■ **Stored data**:
»»
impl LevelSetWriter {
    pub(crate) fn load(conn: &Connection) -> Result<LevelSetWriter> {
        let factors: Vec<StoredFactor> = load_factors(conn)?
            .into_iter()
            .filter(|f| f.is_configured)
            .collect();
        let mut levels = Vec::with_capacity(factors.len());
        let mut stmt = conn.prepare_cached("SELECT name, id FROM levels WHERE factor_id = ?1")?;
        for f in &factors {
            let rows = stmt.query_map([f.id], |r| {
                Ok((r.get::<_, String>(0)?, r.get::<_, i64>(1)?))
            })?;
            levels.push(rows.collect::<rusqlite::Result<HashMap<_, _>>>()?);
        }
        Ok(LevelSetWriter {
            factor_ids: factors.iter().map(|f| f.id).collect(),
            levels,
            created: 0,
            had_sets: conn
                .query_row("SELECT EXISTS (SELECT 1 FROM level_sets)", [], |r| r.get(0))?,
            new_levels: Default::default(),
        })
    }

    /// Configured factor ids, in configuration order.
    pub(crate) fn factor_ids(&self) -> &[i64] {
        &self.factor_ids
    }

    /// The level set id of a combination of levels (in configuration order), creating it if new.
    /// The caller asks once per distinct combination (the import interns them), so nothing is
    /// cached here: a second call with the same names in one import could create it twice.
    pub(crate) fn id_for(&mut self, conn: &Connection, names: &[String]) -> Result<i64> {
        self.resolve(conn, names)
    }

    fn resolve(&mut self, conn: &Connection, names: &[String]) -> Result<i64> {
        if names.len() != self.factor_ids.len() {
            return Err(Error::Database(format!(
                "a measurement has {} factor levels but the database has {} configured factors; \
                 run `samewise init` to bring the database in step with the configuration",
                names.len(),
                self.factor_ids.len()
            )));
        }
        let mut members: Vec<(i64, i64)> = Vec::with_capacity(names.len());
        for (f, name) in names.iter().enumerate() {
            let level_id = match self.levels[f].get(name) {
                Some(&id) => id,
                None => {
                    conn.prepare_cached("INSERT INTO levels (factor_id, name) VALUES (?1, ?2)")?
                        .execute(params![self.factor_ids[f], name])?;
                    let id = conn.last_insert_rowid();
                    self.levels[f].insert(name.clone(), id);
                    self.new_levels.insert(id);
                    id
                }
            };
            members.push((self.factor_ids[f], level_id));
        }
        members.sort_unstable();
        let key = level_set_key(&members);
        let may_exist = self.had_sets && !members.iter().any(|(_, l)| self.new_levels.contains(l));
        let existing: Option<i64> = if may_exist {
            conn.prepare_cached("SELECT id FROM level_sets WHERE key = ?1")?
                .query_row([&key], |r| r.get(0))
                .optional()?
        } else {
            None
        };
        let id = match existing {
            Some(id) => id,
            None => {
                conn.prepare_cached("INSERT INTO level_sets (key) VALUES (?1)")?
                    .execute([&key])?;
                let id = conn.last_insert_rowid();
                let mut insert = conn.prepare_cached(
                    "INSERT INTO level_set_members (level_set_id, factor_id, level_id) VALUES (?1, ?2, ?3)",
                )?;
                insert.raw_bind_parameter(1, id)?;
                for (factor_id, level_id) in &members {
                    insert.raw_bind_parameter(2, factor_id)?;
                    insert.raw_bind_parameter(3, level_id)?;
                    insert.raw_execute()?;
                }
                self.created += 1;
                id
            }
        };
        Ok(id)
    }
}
««
Starting at the line above that contains "members.sort_unstable();", repeat each line exactly up to and including the line that contains "insert.raw_bind_parameter(2, factor_id)?;", and stop there.

        members.sort_unstable();
        let key = level_set_key(&members);
        let may_exist = self.had_sets && !members.iter().any(|(_, l)| self.new_levels.contains(l));
        let existing: Option<i64> = if may_exist {
            conn.prepare_cached("SELECT id FROM level_sets WHERE key = ?1")?
                .query_row([&key], |r| r.get(0))
                .optional()?
        } else {
            None
        };
        let id = match existing {
            Some(id) => id,
            None => {
                conn.prepare_cached("INSERT INTO level_sets (key) VALUES (?1)")?
                    .execute([&key])?;
                let id = conn.last_insert_rowid();
                let mut insert = conn.prepare_cached(
                    "INSERT INTO level_set_members (level_set_id, factor_id, level_id) VALUES (?1, ?2, ?3)",
                )?;
                insert.raw_bind_parameter(1, id)?;
                for (factor_id, level_id) in &members {
                    insert.raw_bind_parameter(2, factor_id)?;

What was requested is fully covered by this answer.